Gujarat Super League
- Organising body: Gujarat State Football Association
- Founded: 2024; 2 years ago
- Country: India
- Number of clubs: 6
- Current champions: Saurashtra Spartans (1st title)
- Broadcaster(s): GSFA (YouTube)
- Website: GSL
- Current: 2026 Gujarat Super League

= Gujarat Super League =

Association football league in India

The Gujarat Super League is a men's franchise football league in the state of Gujarat, organized by the Gujarat State Football Association. The competition consisted of 6 teams in the initial season. All the matches are hosted at EKA Arena in Ahmedabad.

== Format ==
It is held in a single round-robin format, with the top two teams at the end of the league stage contesting the final.

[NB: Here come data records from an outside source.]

/**
 * The complex plane with paths, cuts, branch points and evaluated points, fitted to the
 * picture's own points (fit-plane-view.ts: linear, or a log scale of distance from the nearest
 * branch point or cut where scales differ by orders of magnitude, said under the picture and on
 * it). Equal scale on both axes, so angles and circles look like what they are. Zoom in, out and
 * back with the buttons, or with +, − and 0 while the picture has the keyboard focus. Each mark
 * tone has a distinct shape and the legend names it, so colour never carries the meaning alone.
 */
export function PlanePicture({
  label,
  paths = [],
  pointSets = [],
  cuts = [],
  lines = [],
  branchPoints = [],
  marks = [],
  view,
  fitTo,
  height = 320,
  testID,
}: PlanePictureProps) {
  const [width, setWidth] = useState(0);
  const [zoomPower, setZoomPower] = useState(0);
  const picture = useRef<View>(null);
  const onLayout = (e: LayoutChangeEvent) => setWidth(Math.round(e.nativeEvent.layout.width));
  const zoomBy = (step: number) =>
    setZoomPower((z) => (step === 0 ? 0 : Math.max(-ZOOM_OUT_LIMIT, Math.min(ZOOM_IN_LIMIT, z + step))));
  // Keys on the web only: a focused picture takes +, − and 0 (React Native's View has no key events elsewhere).
  useEffect(() => {
    const node = picture.current as unknown as {
      addEventListener?: HTMLElement['addEventListener'];
      removeEventListener?: HTMLElement['removeEventListener'];
    } | null;
    if (!node?.addEventListener) return;
    const onKey = (e: KeyboardEvent) => {
      const step =
        e.key === '+' || e.key === '=' ? 1 : e.key === '-' || e.key === '\u2212' ? -1 : e.key === '0' ? 0 : null;
      if (step === null) return;
      e.preventDefault();
      zoomBy(step);
    };
    node.addEventListener('keydown', onKey);
    return () => node.removeEventListener?.('keydown', onKey);
  }, []);

  const focus = marks.find((m) => m.tone === 'focus')?.at;
  const fit = fitPlaneView({
    points: fitTo ?? [
      ...paths.flatMap((p) => p.points),
      ...pointSets.flatMap((p) => p.points),
      ...marks.map((m) => m.at),
    ],
    branchPoints,
    cuts,
    focus,
    box: view,
  });
  const zoom = ZOOM_STEP ** zoomPower;
  const box = zoomPlaneView(fit.box, zoom);
  const innerW = Math.max(1, width - 2 * PAD);
  const innerH = Math.max(1, height - 2 * PAD);
  // Box units per pixel, by division: a box 2e-310 wide has 1e312 px per unit, which is no double.
  const unit = Math.max((box.maxRe - box.minRe) / innerW, (box.maxIm - box.minIm) / innerH);
  const x = (v: PlanePoint) => width / 2 + (v.re - (box.minRe + box.maxRe) / 2) / unit;
  const y = (v: PlanePoint) => height / 2 - (v.im - (box.minIm + box.maxIm) / 2) / unit;
  const at = (p: PlanePoint) => {
    const v = fit.project(p);
    return { cx: x(v), cy: y(v) };
  };
  const polyline = (pts: PlanePoint[]) =>
    pts
      .map(fit.project)
      .map((v) => `${x(v)},${y(v)}`)
      .join(' ');
  const visible = (p: PlanePoint) => Number.isFinite(p.re) && Number.isFinite(p.im);
  const legendOf = (m: (typeof marks)[number]) =>
    m.kind ? `${m.kind.glyph} ${MARK_STYLES[m.tone].word}: ${m.kind.word}` : MARK_STYLES[m.tone].word;
  const legendMarks = [...new Map(marks.map((m) => [legendOf(m), m])).values()];
  const scaleWords = describePlaneScale(fit, box);
  const log = fit.scale.kind === 'log' ? fit.scale : null;
  const origin = fit.project({ re: 0, im: 0 });
  const zoomWords = `zoom ${zoom >= 1 ? `${zoom}×` : `1/${1 / zoom}×`}`;

  return (
    <View style={styles.frame} onLayout={onLayout} testID={testID}>
      <View
        ref={picture}
        accessible
        focusable
        accessibilityRole="image"
        accessibilityLabel={formulaSpeech(
          `${label} Scale: ${scaleWords}; ${zoomWords}. Press + or − to zoom, 0 to reset.`,
        )}
        style={{ height }}
      >
        {width > 0 ? (
          <Svg width={width} height={height}>
            <Rect x={0} y={0} width={width} height={height} fill={theme.color.panel} />
            {log ? (
              <G>
                <Line
                  x1={0}
                  x2={width}
                  y1={y({ re: 0, im: 0 })}
                  y2={y({ re: 0, im: 0 })}
                  stroke={theme.color.rule}
                  strokeWidth={1}
                />
                <Line
                  x1={x({ re: 0, im: 0 })}
                  x2={x({ re: 0, im: 0 })}
                  y1={0}
                  y2={height}
                  stroke={theme.color.rule}
                  strokeWidth={1}
                />
                {log.rings.map((r) => (
                  <G key={`ring-${r.exponent}`}>
                    <Circle
                      cx={x({ re: 0, im: 0 })}
                      cy={y({ re: 0, im: 0 })}
                      r={r.radius / unit}
                      fill="none"
                      stroke={theme.color.rule}
                      strokeWidth={1}
                      strokeDasharray="2 3"
                    />
                    <ChartText
                      x={x({ re: 0, im: 0 }) + r.radius / unit / Math.SQRT2 + 3}
                      y={y({ re: 0, im: 0 }) - r.radius / unit / Math.SQRT2 - 3}
                    >
                      {decadeText(r.exponent)}
                    </ChartText>
                  </G>
                ))}
                <ChartText x={8} y={16} fill={theme.color.ink}>
                  {`distance from ${log.centerIs === 'branch point' ? 'the branch point' : 'the cut'}, log scale`}
                </ChartText>
              </G>
            ) : (
              <G>
                <Line x1={0} x2={width} y1={y(origin)} y2={y(origin)} stroke={theme.color.rule} strokeWidth={1} />
                <Line x1={x(origin)} x2={x(origin)} y1={0} y2={height} stroke={theme.color.rule} strokeWidth={1} />
                <ChartText x={width - 6} y={y(origin) - 6} textAnchor="end">
                  Re
                </ChartText>
                <ChartText x={x(origin) + 6} y={12}>
                  Im
                </ChartText>
              </G>
            )}
            {cuts.map((cut, i) => {
              const pts = fit.cutLine(cut);
              if (pts.length < 2) return null;
              return (
                <Polyline
                  key={`cut-${i}`}
                  points={pts.map((v) => `${x(v)},${y(v)}`).join(' ')}
                  fill="none"
                  stroke={theme.color.danger}
                  strokeWidth={3}
                  strokeDasharray="8 5"
                />
              );
            })}
            {lines.map((line, i) => {
              const pts = line.points.filter(visible);
              const color = line.marker === 'cross' ? theme.color.danger : theme.color.ink;
              return (
                <G key={`line-${i}`}>
                  {/* Dots sit on a cut drawn beneath them: no joining line, so the cut's dashes stay visible between them. */}
                  {line.marker === 'cross' && pts.length > 1 ? (
                    <Polyline points={polyline(pts)} fill="none" stroke={color} strokeWidth={1.5} />
                  ) : null}
                  {pts.map((p, k) => (
                    <LineMarker key={k} {...at(p)} marker={line.marker} />
                  ))}
                </G>
              );
            })}
            {paths.map((path, i) => {
              const pts = path.points.filter(visible);
              if (pts.length < 2) return null;
              const mid = Math.floor(pts.length / 2);
              const a = at(pts[Math.max(0, mid - 1)]!);
              const b = at(pts[mid]!);
              const angle = (Math.atan2(b.cy - a.cy, b.cx - a.cx) * 180) / Math.PI;
              return (
                <G key={`path-${i}`}>
                  <Polyline points={polyline(pts)} fill="none" stroke={theme.color.ink} strokeWidth={1.5} />
                  <Path
                    d="M -6 -5 L 4 0 L -6 5 Z"
                    fill={theme.color.ink}
                    transform={`translate(${b.cx} ${b.cy}) rotate(${angle})`}
                  />
                </G>
              );
            })}
            {pointSets.map((set, i) => (
              <G key={`set-${i}`}>
                {set.points.filter(visible).map((p, k) => (
                  <PointDot key={k} {...at(p)} />
                ))}
              </G>
            ))}
            {marks
              .filter((m) => visible(m.at))
              .map((m, i) => (
                <MarkShape key={`mark-${i}`} {...at(m.at)} tone={m.tone} color={m.kind?.color} />
              ))}
            {branchPoints.filter(visible).map((p, i) => (
              <BranchPointShape key={`bp-${i}`} {...at(p)} />
            ))}
          </Svg>
        ) : null}
      </View>
      <View style={styles.zoom}>
        <SmallButton label="Zoom in" onPress={() => zoomBy(1)} accessibilityLabel="Zoom in on the picture" />
        <SmallButton label="Zoom out" onPress={() => zoomBy(-1)} accessibilityLabel="Zoom out of the picture" />
        <SmallButton label="Reset zoom" onPress={() => zoomBy(0)} accessibilityLabel="Reset zoom of the picture" />
        <Text style={styles.scale} testID={testID ? `${testID}-zoom` : undefined}>
          {zoomWords}
        </Text>
      </View>
      <View style={styles.legend}>
        {cuts.length ? (
          <LegendEntry text="expected cut">
            <Line x1={1} x2={17} y1={8} y2={8} stroke={theme.color.danger} strokeWidth={3} strokeDasharray="5 3" />
          </LegendEntry>
        ) : null}
        {[...new Map(lines.map((l) => [`${l.marker} ${l.name}`, l])).values()].map((l) => (
          <LegendEntry key={`${l.marker} ${l.name}`} text={l.name}>
            {l.marker === 'cross' ? (
              <Line x1={1} x2={17} y1={8} y2={8} stroke={theme.color.danger} strokeWidth={1.5} />
            ) : null}
            <LineMarker cx={4} cy={8} marker={l.marker} />
            <LineMarker cx={14} cy={8} marker={l.marker} />
          </LegendEntry>
        ))}
        {branchPoints.length ? (
          <LegendEntry text="branch point">
            <BranchPointShape cx={9} cy={8} />
          </LegendEntry>
        ) : null}
        {paths.length ? (
          <LegendEntry text={paths.length === 1 ? `path ${paths[0]!.name}` : `${paths.length} paths`}>
            <Line x1={1} x2={17} y1={8} y2={8} stroke={theme.color.ink} strokeWidth={1.5} />
          </LegendEntry>
        ) : null}
        {pointSets.length ? (
          <LegendEntry
            text={
              pointSets.length === 1
                ? `points of the path “${pointSets[0]!.name}”`
                : `points of ${pointSets.length} paths`
            }
          >
            <PointDot cx={9} cy={8} />
          </LegendEntry>
        ) : null}
        {legendMarks.map((m) => (
          <LegendEntry key={legendOf(m)} text={legendOf(m)}>
            <MarkShape cx={9} cy={8} tone={m.tone} color={m.kind?.color} inLegend />
          </LegendEntry>
        ))}
        <Text style={styles.scale} testID={testID ? `${testID}-scale` : undefined}>
          {scaleWords}
        </Text>
      </View>
    </View>
  );
}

The players will be selected by draft. In the inaugural draft, 250 players from Gujarat will be included.

== Teams ==

| Team | City | Owner |
|---|---|---|
| Ahmedabad Avengers | Ahmedabad | God TMT, VIVAN Steel |
| Gandhinagar Giants | Gandhinagar | Ratnamani Metals & Tubes, ANVI Sports |
| Karnavati Knights | Ahmedabad | The Address |
| Saurashtra Spartans | Rajkot | Axita Cotton |
| Surat Strikers | Surat | Loyal Equipments |
| Vadodara Warriors | Vadodara | K&D Communication |

== Results ==

| Season | Champions | Runners-up | No. of teams |
|---|---|---|---|
| 2024 | Karnavati Knights | Vadodara Warriors | 6 |
| 2025 | Vadodara Warriors | Ahmedabad Avengers | 6 |
| 2026 | Saurashtra Spartans | Ahmedabad Avengers | 6 |

== Sponsorship ==
Tourism Corporation of Gujarat Limited (TCGL) and the Sports Authority of Gujarat (SAG) are the main and associate sponsors of the GSL, respectively.

== Management (2025) ==

| Team | Head coach | Assistant coach | Team manager | Physio |
|---|---|---|---|---|
| Ahmedabad Avengers | Tapas Ghosh | Ashish Sadhu | Kshitij Jain | Haresh Prajapati |
| Gandhinagar Giants | Shakti Chauhan | Kamlesh Maradia | Gulab Singh | Pritesh Ankleshvariya |
| Karnavati Knights | Dharmesh Patel | Llewellyn Pinto | Dhaval Parmar | Aniket Solanki |
| Saurashtra Spartans | Anil Patel | Anil Tomar | Naren Trivedi | Chintan Jain |
| Surat Strikers | Balpreet Singh | Antrix Patel | Hardip Majirana | Anil Kewat |
| Vadodara Warriors | Salim Pathan | Darshansinh Raol | Savio D’Costa | Arth Joshi |

== Awards ==
The champions of the GSL will receive a prize money of ₹11 lakhs, while the runners-up will receive ₹5 lakhs. Individually, the best players in eight different categories will get a prize money of ₹25,000 each on the basis of their performance throughout the tournament.

== Broadcasting ==
After the Santosh Trophy, the GSL became the second Indian football tournament to be streamed globally on FIFA+. It was also streamed on GSFA official YouTube channel.